Nel tentativo di fargli trovare continuità e anche un pizzico di serenità viene mandato in prestito alla Samp nel gennaio 2022. Con le stesse intenzioni la stagione successiva la gioca con il Monza con cui mette in fila ben 30 presenze e anche tre gol. Il ritorno alla Pinetina della scorsa estate lo vede protagonista di un grande precampionato, dove vede la porta e gioca con continuità. Al punto da meritarsi la "conferma", anche se Inzaghi predilige centrocampisti fisici e infatti, a fine mercato, l'Inter strappa Klassen come innesto di centrocampo. Sensi comunque resta in squadra e la speranza di molti è che possa riportare la qualità intravista nel 2019.

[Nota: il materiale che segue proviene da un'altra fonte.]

"""Read the record: the only SQL that pages, reports and a restarting daemon need."""

from __future__ import annotations

import math
import sqlite3
from collections.abc import Iterator
from contextlib import closing, contextmanager
from pathlib import Path
from types import TracebackType
from typing import Any

import numpy as np

from monitor.core.errors import RecordError
from monitor.core.limits import Scope
from monitor.core.readings import Batch
from monitor.core.rows import BlockRows, ExposureRows, FieldRows, WindowRows
from monitor.record import connect, happened, marks
from monitor.record.eventrows import MalformedError
from monitor.record.fetch import Rows, columns, kinds_of
from monitor.record.fixes import winner
from monitor.record.history import history
from monitor.record.types import (
    Boot,
    ChannelRow,
    ClockFix,
    EventRow,
    History,
    Latest,
    LatestExposure,
    LatestField,
)
from monitor.record.uses import Calibrations, calibrations, starts

FIRST_NS, LAST_NS = -(2**63), 2**63 - 1
_TABLES: dict[type, tuple[str, str]] = {
    BlockRows: ("blocks", "start_ns, channel"),
    WindowRows: ("windows", "end_ns, averaging_s, channel"),
    FieldRows: ("fields", "end_ns, averaging_s"),
    ExposureRows: ("exposures", "end_ns, scope"),
}
_LATEST_FIELDS = (
    "SELECT averaging_s, e2_low, e2_mean, e2_high, e2_max, u_db, k, valid_share, observed_share, "
    "flags, added_e2 FROM fields WHERE derivation = 0 AND boot = ? AND end_ns = ?"
)
_LATEST_EXPOSURES = (
    "SELECT scope, ratio_low, ratio_mean, ratio_high, u_db, verdict, added_ratio FROM exposures "
    "WHERE derivation = 0 AND boot = ? AND end_ns = ?"
)
_FIXES = (
    "SELECT boot, boot_ns, utc_ns - boot_ns, uncertainty_ns FROM clock_fixes "
    "ORDER BY boot, boot_ns, source"
)


class Record:
    """A record opened for reading; open one for each page, and close it."""

    def __init__(self, path: Path, db: sqlite3.Connection, simulated: bool) -> None:
        self.path = path
        self.simulated = simulated
        self._db = db

    @classmethod
    def open(cls, path: Path | str) -> Record:
        """Open read only. RecordError where it is missing, is no record, or is newer."""
        path = Path(path)
        found = connect.identify(path)
        return cls(path, connect.read_only(path), found.simulated)

    def close(self) -> None:
        """Let the file go."""
        self._db.close()

    def __enter__(self) -> Record:
        return self

    def __exit__(
        self, kind: type[BaseException] | None, error: BaseException | None,
        trace: TracebackType | None,
    ) -> None:  # fmt: skip
        self.close()

    def boots(self) -> list[Boot]:
        """Every boot, with its UTC offset by the rule of view boot_utc."""
        with self._one_line(), closing(self._db.execute(_FIXES)) as cursor:
            boot, boot_ns, offset, error = columns(cursor, "iiii")
        known: dict[int, tuple[int, int]] = {}
        for part in np.split(np.arange(boot.size), np.flatnonzero(np.diff(boot)) + 1):
            if part.size:
                at = part[winner(boot_ns[part], offset[part], error[part])]
                known[int(boot[at])] = int(offset[at]), int(error[at])
        rows = self._all("SELECT boot, boot_id, kind FROM boots ORDER BY boot")
        return [Boot(*row, *known.get(row[0], (None, None))) for row in rows]

    def boot_number(self, boot_id: str, kind: str) -> int | None:
        """The boot's number; None where it was never here."""
        rows = self._all("SELECT boot FROM boots WHERE boot_id = ? AND kind = ?", boot_id, kind)
        return int(rows[0][0]) if rows else None

    def clock_fixes(self, boot: int) -> list[ClockFix]:
        """Every clock fix of a boot in the order of time."""
        query = (
            "SELECT boot_ns, utc_ns, source, uncertainty_ns FROM clock_fixes "
            "WHERE boot = ? ORDER BY boot_ns, source"
        )
        return [ClockFix(*row) for row in self._all(query, boot)]

    def channels(self) -> list[ChannelRow]:
        """The channels in the order of the raw counts' columns."""
        return [ChannelRow(*row) for row in self._all("SELECT * FROM channels ORDER BY channel")]

    def scopes(self) -> dict[int, Scope]:
        """Every scope that was ever judged, by the record's number."""
        return {
            number: Scope(set_id, edition, population, kind, averaging_s, bool(verified), clause)
            for number, set_id, edition, population, kind, averaging_s, verified, clause in (
                self._all("SELECT * FROM scopes ORDER BY scope")
            )
        }

    def document(self, digest: str) -> tuple[str, bytes] | None:
        """(kind, body) of the document with that SHA-256."""
        rows = self._all("SELECT kind, body FROM documents WHERE hash = ?", digest)
        return rows[0] if rows else None

    def resume(self, boot: int, since_ns: int) -> tuple[BlockRows, list[Batch]]:
        """What a daemon needs to go on within a boot: blocks from since_ns and raw from there.

        Both are equal to the bit to what was committed.
        """
        return self.blocks(boot, since_ns), list(self.raw_batches(boot, since_ns))

    def raw_batches(
        self, boot: int, start_ns: int | None = None, end_ns: int | None = None
    ) -> Iterator[Batch]:
        """Raw counts with start_ns <= time < end_ns, in the order of time, cut to the span."""
        start = FIRST_NS if start_ns is None else start_ns
        end = LAST_NS if end_ns is None else end_ns
        with self._one_line():
            for batch in marks.batches(self._db, boot, start, end):
                first, last = np.searchsorted(batch.times_ns, (start, end))
                if first == last and batch.now_ns <= start:
                    continue
                if first > 0 or last < batch.n:
                    batch = batch.part(slice(first, last), min(batch.now_ns, end))
                yield batch

    def blocks(self, boot: int, start_ns: int = FIRST_NS, end_ns: int = LAST_NS) -> BlockRows:
        """Blocks with start_ns <= start < end_ns as judged live (derivation 0)."""
        return self._read(BlockRows, boot, start_ns, end_ns)

    def windows(self, boot: int, start_ns: int = FIRST_NS, end_ns: int = LAST_NS) -> WindowRows:
        """Windows whose end is in [start_ns, end_ns)."""
        return self._read(WindowRows, boot, start_ns, end_ns)

    def fields(self, boot: int, start_ns: int = FIRST_NS, end_ns: int = LAST_NS) -> FieldRows:
        """Fields whose window's end is in [start_ns, end_ns)."""
        return self._read(FieldRows, boot, start_ns, end_ns)

    def exposures(self, boot: int, start_ns: int = FIRST_NS, end_ns: int = LAST_NS) -> ExposureRows:
        """Exposure ratios whose window's end is in [start_ns, end_ns); scope as in scopes()."""
        return self._read(ExposureRows, boot, start_ns, end_ns)

    def latest(self) -> Latest | None:
        """The newest windows: of the boot that was written last, else of the latest in UTC."""
        current = self._all("SELECT value FROM meta WHERE key = 'current_boot'")
        ends = []
        for boot in self.boots():
            query = "SELECT max(end_ns) FROM fields WHERE derivation = 0 AND boot = ?"
            ((end_ns,),) = self._all(query, boot.boot)
            if end_ns is not None:
                is_current = bool(current) and int(current[0][0]) == boot.boot
                utc_ns = _utc(boot.utc_offset_ns, end_ns)
                ends.append(((is_current, utc_ns or 0, boot.boot), boot, end_ns))
        return self._latest(*max(ends, key=lambda item: item[0])[1:]) if ends else None

    def history(
        self, start_utc_ns: int, end_utc_ns: int, averaging_s: int, at_most: int = 1000
    ) -> History:
        """Averages whose windows end in (start, end] of UTC, reduced to at_most points.

        ValueError unless start < end and at_most > 0.
        """
        if not start_utc_ns < end_utc_ns or at_most < 1:
            raise ValueError("a history needs start < end and at_most > 0")
        span = start_utc_ns, end_utc_ns
        with self._one_line():
            return history(self._db, self.boots(), span, averaging_s, at_most)

    def events(
        self, start_utc_ns: int | None = None, end_utc_ns: int | None = None, limit: int = 1000,
        *, rare: str = "",
    ) -> list[EventRow]:  # fmt: skip
        """The newest events in [start, end) of UTC, oldest first. rare: of one kind only.

        Events of a boot without a clock fix are given only where no span is asked for.
        """
        boots = self.boots()
        with self._one_line():
            return happened.between(self._db, boots, (start_utc_ns, end_utc_ns), limit, rare)

    def calibrations(self) -> Calibrations:
        """The calibrations that figures rest on, and the drifts that were found of them."""
        with self._one_line():
            return calibrations(self._db)

    def starts(self, boot: int) -> list[tuple[int, str]]:
        """(boot_ns, identity of the chain) of each start of the daemon in a boot, in order."""
        with self._one_line():
            found = starts(self._db)
        return [(use.boot_ns, use.hashes.get("chain", "")) for use in found if use.boot == boot]

    def alarm_events(self) -> list[EventRow]:
        """The few events that leave every alarm as all events would, oldest first.

        Of each name: the newest alarm event, the newest that raised it, and the newest confirmed
        and muted events; a confirmed one only where it came after the alarm was last raised.
        """
        boots = self.boots()
        with self._one_line():
            return happened.of_alarms(self._db, boots)

    def last_reading_ns(self, boot: int) -> int | None:
        """Boot time of the last raw reading; None before the first."""
        with self._one_line():
            reading, _ = marks.stored_until(self._db, boot)
        return reading if reading >= 0 else None

    def _latest(self, boot: Boot, end_ns: int) -> Latest:
        fields = self._all(_LATEST_FIELDS, boot.boot, end_ns)
        exposures = self._all(_LATEST_EXPOSURES, boot.boot, end_ns)
        scopes = self.scopes()
        reading = self.last_reading_ns(boot.boot)
        offset = boot.utc_offset_ns
        flags = 0
        for row in fields:
            flags |= row[-2]
        return Latest(
            boot.boot, boot.kind, end_ns, _utc(offset, end_ns), reading, _utc(offset, reading),
            tuple(_latest_field(*row) for row in fields),
            tuple(_latest_exposure(scopes, *row) for row in exposures),
            flags,
        )  # fmt: skip

    def _read(self, shape: type[Rows], boot: int, start_ns: int, end_ns: int) -> Rows:
        table, order = _TABLES[shape]
        time = order.split(",")[0]
        query = (
            f"SELECT {', '.join(shape.__slots__)} FROM {table} WHERE derivation = 0 "  # noqa: S608
            f"AND boot = ? AND {time} >= ? AND {time} < ? ORDER BY {order}"
        )
        with self._one_line(), closing(self._db.execute(query, (boot, start_ns, end_ns))) as rows:
            return shape(*columns(rows, kinds_of(shape)))

    def _all(self, query: str, *values: object) -> list[tuple[Any, ...]]:
        with self._one_line(), closing(self._db.execute(query, values)) as cursor:
            return cursor.fetchall()

    @contextmanager
    def _one_line(self) -> Iterator[None]:
        try:
            yield
        except (sqlite3.DatabaseError, MalformedError) as error:
            found = connect.identify(self.path)
            if found.version < connect.SCHEMA_VERSION:
                raise RecordError(connect.older(self.path, found)) from error
            raise RecordError(f"{self.path}: cannot be read: {error}; restore a copy") from error


def _utc(offset_ns: int | None, boot_ns: int | None) -> int | None:
    return None if offset_ns is None or boot_ns is None else boot_ns + offset_ns


def _number(value: float | None) -> float:
    return math.nan if value is None else value


def _latest_field(
    averaging_s: int, low: float | None, mean: float | None, high: float | None,
    largest: float | None, u_db: float | None, k: float | None, valid: float, observed: float,
    flags: int, added: float | None,
) -> LatestField:  # fmt: skip
    e_low, e_mean, e_high, e_max = (math.sqrt(_number(e2)) for e2 in (low, mean, high, largest))
    return LatestField(
        averaging_s, e_low, e_mean, e_high, e_max, _number(u_db), _number(k), valid, observed,
        flags, _number(added),
    )  # fmt: skip


def _latest_exposure(
    scopes: dict[int, Scope], number: int, low: float | None, mean: float | None,
    high: float | None, u_db: float | None, verdict: int, added: float | None,
) -> LatestExposure:  # fmt: skip
    ratios = (_number(low), _number(mean), _number(high), _number(u_db))
    return LatestExposure(number, scopes[number], *ratios, verdict, _number(added))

Ma dopo pochi mesi l'avventura di Sensi, il cui contratto scade a giugno, è arrivata al capolinea, dopo 56 presenze e 4 gol in totale. La sua cessione imminente al Leicester permette alle casse nerazzurre di guadagnare due milioni. In un centrocampo di grande qualità, l'ex Sassuolo non è riuscito a ritagliarsi spazio e quando lo ha avuto (soprattutto contro il Bologna in Coppa Italia) non ha inciso come Inzaghi (e molti tifosi) speravano. La Premier lo aspetta e lui cerca principalmente minuti in campo e fiducia: in nerazzurro non poteva averne più perché la sua storia è durata l'illusione dei pochi mesi iniziali. Promesse meravigliose non mantenute per colpa di un fisico troppo fragile e forse di una testa che di quei muscoli è rimasta vittima impaurita. Qualcuno parla di rimpianto e non è detto che questo sia il termine giusto.